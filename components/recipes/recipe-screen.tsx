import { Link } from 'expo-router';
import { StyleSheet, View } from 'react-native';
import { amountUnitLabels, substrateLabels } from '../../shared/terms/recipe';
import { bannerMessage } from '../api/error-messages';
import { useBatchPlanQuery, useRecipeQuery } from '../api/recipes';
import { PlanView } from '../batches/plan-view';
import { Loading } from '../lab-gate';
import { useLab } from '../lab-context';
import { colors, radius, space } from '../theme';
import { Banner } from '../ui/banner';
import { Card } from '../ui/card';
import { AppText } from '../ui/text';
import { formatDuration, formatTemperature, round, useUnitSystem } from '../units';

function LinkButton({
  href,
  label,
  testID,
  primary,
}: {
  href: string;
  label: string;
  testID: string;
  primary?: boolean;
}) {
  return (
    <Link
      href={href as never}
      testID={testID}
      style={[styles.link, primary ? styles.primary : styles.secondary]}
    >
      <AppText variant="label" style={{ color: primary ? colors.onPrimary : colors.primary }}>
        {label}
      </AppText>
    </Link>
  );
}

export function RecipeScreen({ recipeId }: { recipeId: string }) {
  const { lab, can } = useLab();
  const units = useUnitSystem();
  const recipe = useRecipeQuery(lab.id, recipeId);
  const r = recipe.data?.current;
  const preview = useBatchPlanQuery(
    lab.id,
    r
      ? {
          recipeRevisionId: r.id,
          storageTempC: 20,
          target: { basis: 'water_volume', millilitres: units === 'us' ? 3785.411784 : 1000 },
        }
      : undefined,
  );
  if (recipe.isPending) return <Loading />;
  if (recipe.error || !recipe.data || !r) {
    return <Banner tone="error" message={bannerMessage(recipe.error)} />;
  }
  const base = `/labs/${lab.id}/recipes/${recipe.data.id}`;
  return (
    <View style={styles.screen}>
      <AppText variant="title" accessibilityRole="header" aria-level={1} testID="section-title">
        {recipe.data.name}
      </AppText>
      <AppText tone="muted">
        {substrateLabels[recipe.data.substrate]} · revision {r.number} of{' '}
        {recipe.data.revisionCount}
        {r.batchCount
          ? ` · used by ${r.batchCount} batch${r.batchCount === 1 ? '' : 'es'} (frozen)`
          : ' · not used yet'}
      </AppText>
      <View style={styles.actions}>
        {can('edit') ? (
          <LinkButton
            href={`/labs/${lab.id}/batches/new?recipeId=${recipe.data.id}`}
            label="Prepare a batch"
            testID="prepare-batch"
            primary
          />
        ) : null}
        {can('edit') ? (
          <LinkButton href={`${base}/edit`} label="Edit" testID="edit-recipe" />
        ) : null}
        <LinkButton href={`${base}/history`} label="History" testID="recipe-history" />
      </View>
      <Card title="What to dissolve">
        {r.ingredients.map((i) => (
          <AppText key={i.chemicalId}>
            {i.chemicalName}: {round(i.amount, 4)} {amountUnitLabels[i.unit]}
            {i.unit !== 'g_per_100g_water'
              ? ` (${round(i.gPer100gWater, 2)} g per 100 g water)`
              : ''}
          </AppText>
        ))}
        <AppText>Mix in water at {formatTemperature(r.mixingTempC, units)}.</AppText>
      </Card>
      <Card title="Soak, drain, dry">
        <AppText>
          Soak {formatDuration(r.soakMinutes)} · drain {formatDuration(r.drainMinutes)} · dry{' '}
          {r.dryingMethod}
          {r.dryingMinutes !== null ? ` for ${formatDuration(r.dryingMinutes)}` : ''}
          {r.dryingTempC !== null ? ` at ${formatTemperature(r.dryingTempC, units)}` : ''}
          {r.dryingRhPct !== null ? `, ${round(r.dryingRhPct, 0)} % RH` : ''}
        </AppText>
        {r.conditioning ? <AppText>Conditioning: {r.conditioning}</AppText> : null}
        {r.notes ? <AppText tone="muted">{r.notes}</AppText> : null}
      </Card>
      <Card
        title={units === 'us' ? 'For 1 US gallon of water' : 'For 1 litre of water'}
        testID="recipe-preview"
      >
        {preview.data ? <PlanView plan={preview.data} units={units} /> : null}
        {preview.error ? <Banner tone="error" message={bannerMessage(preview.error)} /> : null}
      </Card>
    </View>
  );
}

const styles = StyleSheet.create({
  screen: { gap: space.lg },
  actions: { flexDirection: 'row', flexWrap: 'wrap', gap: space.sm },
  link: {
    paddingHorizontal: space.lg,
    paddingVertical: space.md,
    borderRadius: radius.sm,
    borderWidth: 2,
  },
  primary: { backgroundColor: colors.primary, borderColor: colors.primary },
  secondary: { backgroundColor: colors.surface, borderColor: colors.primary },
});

★ ★ ★ ★

*EXERCISE GOAL*. Word for word, write out all of the entries.

*TASK OUTPUT*.
filename components/recipes/recipe-screen.tsx
import { Link } from 'expo-router';
import { StyleSheet, View } from 'react-native';
import { amountUnitLabels, substrateLabels } from '../../shared/terms/recipe';
import { bannerMessage } from '../api/error-messages';
import { useBatchPlanQuery, useRecipeQuery } from '../api/recipes';
import { PlanView } from '../batches/plan-view';
import { Loading } from '../lab-gate';
import { useLab } from '../lab-context';
import { colors, radius, space } from '../theme';
import { Banner } from '../ui/banner';
import { Card } from '../ui/card';
import { AppText } from '../ui/text';
import { formatDuration, formatTemperature, round, useUnitSystem } from '../units';

function LinkButton({
  href,
  label,
  testID,
  primary,
}: {
  href: string;
  label: string;
  testID: string;
  primary?: boolean;
}) {
  return (
    <Link
      href={href as never}
      testID={testID}
      style={[styles.link, primary ? styles.primary : styles.secondary]}
    >
      <AppText variant="label" style={{ color: primary ? colors.onPrimary : colors.primary }}>
        {label}
      </AppText>
    </Link>
  );
}

export function RecipeScreen({ recipeId }: { recipeId: string }) {
  const { lab, can } = useLab();
  const units = useUnitSystem();
  const recipe = useRecipeQuery(lab.id, recipeId);
  const r = recipe.data?.current;
  const preview = useBatchPlanQuery(
    lab.id,
    r
      ? {
          recipeRevisionId: r.id,
          storageTempC: 20,
          target: { basis: 'water_volume', millilitres: units === 'us' ? 3785.411784 : 1000 },
        }
      : undefined,
  );
  if (recipe.isPending) return <Loading />;
  if (recipe.error || !recipe.data || !r) {
    return <Banner tone="error" message={bannerMessage(recipe.error)} />;
  }
  const base = `/labs/${lab.id}/recipes/${recipe.data.id}`;
  return (
    <View style={styles.screen}>
      <AppText variant="title" accessibilityRole="header" aria-level={1} testID="section-title">
        {recipe.data.name}
      </AppText>
      <AppText tone="muted">
        {substrateLabels[recipe.data.substrate]} · revision {r.number} of{' '}
        {recipe.data.revisionCount}
        {r.batchCount
          ? ` · used by ${r.batchCount} batch${r.batchCount === 1 ? '' : 'es'} (frozen)`
          : ' · not used yet'}
      </AppText>
      <View style={styles.actions}>
        {can('edit') ? (
          <LinkButton
            href={`/labs/${lab.id}/batches/new?recipeId=${recipe.data.id}`}
            label="Prepare a batch"
            testID="prepare-batch"
            primary
          />
        ) : null}
        {can('edit') ? (
          <LinkButton href={`${base}/edit`} label="Edit" testID="edit-recipe" />
        ) : null}
        <LinkButton href={`${base}/history`} label="History" testID="recipe-history" />
      </View>
      <Card title="What to dissolve">
        {r.ingredients.map((i) => (
          <AppText key={i.chemicalId}>
            {i.chemicalName}: {round(i.amount, 4)} {amountUnitLabels[i.unit]}
            {i.unit !== 'g_per_100g_water'
              ? ` (${round(i.gPer100gWater, 2)} g per 100 g water)`
              : ''}
          </AppText>
        ))}
        <AppText>Mix in water at {formatTemperature(r.mixingTempC, units)}.</AppText>
      </Card>
      <Card title="Soak, drain, dry">
        <AppText>
          Soak {formatDuration(r.soakMinutes)} · drain {formatDuration(r.drainMinutes)} · dry{' '}
          {r.dryingMethod}
          {r.dryingMinutes !== null ? ` for ${formatDuration(r.dryingMinutes)}` : ''}
          {r.dryingTempC !== null ? ` at ${formatTemperature(r.dryingTempC, units)}` : ''}
          {r.dryingRhPct !== null ? `, ${round(r.dryingRhPct, 0)} % RH` : ''}
        </AppText>
        {r.conditioning ? <AppText>Conditioning: {r.conditioning}</AppText> : null}
        {r.notes ? <AppText tone="muted">{r.notes}</AppText> : null}
      </Card>
      <Card
        title={units === 'us' ? 'For 1 US gallon of water' : 'For 1 litre of water'}
        testID="recipe-preview"
      >
        {preview.data ? <PlanView plan={preview.data} units={units} /> : null}
        {preview.error ? <Banner tone="error" message={bannerMessage(preview.error)} /> : null}
      </Card>
    </View>
  );
}

const styles = StyleSheet.create({
  screen: { gap: space.lg },
  actions: { flexDirection: 'row', flexWrap: 'wrap', gap: space.sm },
  link: {
    paddingHorizontal: space.lg,
    paddingVertical: space.md,
    borderRadius: radius.sm,
    borderWidth: 2,
  },
  primary: { backgroundColor: colors.primary, borderColor: colors.primary },
  secondary: { backgroundColor: colors.surface, borderColor: colors.primary },
});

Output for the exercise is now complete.